[Dataset items]
◆ ◆ ◆ ◆

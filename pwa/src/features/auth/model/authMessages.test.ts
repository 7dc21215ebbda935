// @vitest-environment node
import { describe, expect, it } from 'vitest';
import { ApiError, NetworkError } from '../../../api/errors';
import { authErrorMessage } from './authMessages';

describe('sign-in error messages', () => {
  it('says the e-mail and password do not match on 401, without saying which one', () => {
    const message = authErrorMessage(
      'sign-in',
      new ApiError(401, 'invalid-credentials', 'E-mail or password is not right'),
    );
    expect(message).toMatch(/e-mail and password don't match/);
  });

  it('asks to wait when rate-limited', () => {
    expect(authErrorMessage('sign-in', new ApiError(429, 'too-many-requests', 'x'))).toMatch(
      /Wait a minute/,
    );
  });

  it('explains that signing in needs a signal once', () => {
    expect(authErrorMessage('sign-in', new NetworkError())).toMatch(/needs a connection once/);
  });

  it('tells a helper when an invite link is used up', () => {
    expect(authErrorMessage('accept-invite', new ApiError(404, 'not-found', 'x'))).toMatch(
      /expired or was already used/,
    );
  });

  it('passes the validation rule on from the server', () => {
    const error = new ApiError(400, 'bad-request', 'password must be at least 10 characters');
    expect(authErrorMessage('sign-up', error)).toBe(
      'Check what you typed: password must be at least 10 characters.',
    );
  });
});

◆ ◆ ◆ ◆

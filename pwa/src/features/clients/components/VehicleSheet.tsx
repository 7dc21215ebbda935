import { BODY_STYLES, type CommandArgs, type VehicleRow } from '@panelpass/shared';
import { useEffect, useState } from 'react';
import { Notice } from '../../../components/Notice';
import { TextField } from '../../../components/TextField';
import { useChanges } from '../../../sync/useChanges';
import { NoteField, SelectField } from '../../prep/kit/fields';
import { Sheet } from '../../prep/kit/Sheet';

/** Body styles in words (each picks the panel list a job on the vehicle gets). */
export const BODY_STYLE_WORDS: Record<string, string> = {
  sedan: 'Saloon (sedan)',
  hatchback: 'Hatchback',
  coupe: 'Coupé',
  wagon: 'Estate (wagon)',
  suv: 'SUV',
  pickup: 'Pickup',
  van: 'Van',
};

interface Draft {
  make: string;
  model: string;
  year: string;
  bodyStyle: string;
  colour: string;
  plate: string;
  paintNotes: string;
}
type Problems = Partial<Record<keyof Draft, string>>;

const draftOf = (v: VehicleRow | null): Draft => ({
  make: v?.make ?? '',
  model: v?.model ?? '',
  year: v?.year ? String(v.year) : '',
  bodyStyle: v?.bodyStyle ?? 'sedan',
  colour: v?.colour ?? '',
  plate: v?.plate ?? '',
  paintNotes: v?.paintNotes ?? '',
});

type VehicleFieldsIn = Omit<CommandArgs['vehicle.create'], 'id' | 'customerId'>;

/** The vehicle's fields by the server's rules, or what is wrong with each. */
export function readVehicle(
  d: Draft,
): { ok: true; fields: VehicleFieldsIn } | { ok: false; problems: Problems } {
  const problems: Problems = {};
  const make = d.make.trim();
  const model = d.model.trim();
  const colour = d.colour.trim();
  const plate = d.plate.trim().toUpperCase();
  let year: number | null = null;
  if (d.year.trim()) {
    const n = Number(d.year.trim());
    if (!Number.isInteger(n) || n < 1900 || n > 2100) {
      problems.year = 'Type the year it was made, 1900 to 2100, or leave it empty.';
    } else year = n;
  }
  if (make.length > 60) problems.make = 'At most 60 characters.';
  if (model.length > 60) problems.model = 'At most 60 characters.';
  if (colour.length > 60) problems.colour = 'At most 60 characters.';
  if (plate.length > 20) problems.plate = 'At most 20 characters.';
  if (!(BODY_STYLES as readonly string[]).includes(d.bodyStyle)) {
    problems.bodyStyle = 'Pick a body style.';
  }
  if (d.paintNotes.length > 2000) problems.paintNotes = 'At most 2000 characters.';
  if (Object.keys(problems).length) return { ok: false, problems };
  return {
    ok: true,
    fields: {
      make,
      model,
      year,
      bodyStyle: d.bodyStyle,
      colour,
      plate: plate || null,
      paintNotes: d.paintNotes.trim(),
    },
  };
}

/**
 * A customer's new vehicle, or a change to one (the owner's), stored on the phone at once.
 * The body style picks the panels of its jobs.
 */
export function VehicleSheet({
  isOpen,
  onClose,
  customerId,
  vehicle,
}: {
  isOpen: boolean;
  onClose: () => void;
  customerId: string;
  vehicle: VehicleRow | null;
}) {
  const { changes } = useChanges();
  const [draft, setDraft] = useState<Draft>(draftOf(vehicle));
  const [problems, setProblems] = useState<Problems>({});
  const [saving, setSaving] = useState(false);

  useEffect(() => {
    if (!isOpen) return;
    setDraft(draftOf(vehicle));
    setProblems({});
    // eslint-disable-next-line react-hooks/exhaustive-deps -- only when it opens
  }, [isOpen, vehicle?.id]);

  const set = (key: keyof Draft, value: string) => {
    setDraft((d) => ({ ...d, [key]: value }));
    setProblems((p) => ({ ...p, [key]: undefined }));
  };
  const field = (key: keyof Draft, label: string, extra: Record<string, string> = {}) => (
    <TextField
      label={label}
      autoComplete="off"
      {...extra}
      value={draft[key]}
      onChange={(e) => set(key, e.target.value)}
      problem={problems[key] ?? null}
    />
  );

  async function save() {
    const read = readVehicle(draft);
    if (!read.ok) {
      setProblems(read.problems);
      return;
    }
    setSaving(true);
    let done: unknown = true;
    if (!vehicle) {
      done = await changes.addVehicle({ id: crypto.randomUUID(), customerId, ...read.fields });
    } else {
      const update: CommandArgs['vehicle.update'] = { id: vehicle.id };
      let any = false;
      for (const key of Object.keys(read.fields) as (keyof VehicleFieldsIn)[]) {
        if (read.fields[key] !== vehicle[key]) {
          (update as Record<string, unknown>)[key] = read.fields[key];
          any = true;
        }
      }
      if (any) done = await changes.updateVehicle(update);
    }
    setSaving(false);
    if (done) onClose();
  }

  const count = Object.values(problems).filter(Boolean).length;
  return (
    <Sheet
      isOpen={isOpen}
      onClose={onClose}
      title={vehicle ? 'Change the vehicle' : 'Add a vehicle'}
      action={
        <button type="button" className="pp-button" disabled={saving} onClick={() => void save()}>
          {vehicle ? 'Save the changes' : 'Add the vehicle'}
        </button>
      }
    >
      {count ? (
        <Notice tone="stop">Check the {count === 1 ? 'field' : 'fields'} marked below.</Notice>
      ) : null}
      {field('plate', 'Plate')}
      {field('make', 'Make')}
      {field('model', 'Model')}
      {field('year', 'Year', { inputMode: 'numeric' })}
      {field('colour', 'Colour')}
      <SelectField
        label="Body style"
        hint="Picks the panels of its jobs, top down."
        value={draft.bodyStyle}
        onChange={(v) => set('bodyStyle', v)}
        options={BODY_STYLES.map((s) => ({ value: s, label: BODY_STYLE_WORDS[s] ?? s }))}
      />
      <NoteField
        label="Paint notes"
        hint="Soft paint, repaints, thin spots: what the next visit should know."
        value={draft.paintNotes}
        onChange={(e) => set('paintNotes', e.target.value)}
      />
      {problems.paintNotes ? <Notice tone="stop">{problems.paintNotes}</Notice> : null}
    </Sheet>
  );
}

◆ ◆ ◆ ◆

Transcribe the lines above between the line holding "filename pwa/src/features/auth/model/authMessages.test.ts" and the line holding "it('asks to wait", inclusive, exactly as they stand and with nothing added.

filename pwa/src/features/auth/model/authMessages.test.ts
repository 7dc21215ebbda935
// @vitest-environment node
import { describe, expect, it } from 'vitest';
import { ApiError, NetworkError } from '../../../api/errors';
import { authErrorMessage } from './authMessages';

describe('sign-in error messages', () => {
  it('says the e-mail and password do not match on 401, without saying which one', () => {
    const message = authErrorMessage(
      'sign-in',
      new ApiError(401, 'invalid-credentials', 'E-mail or password is not right'),
    );
    expect(message).toMatch(/e-mail and password don't match/);
  });

  it('asks to wait when rate-limited', () => {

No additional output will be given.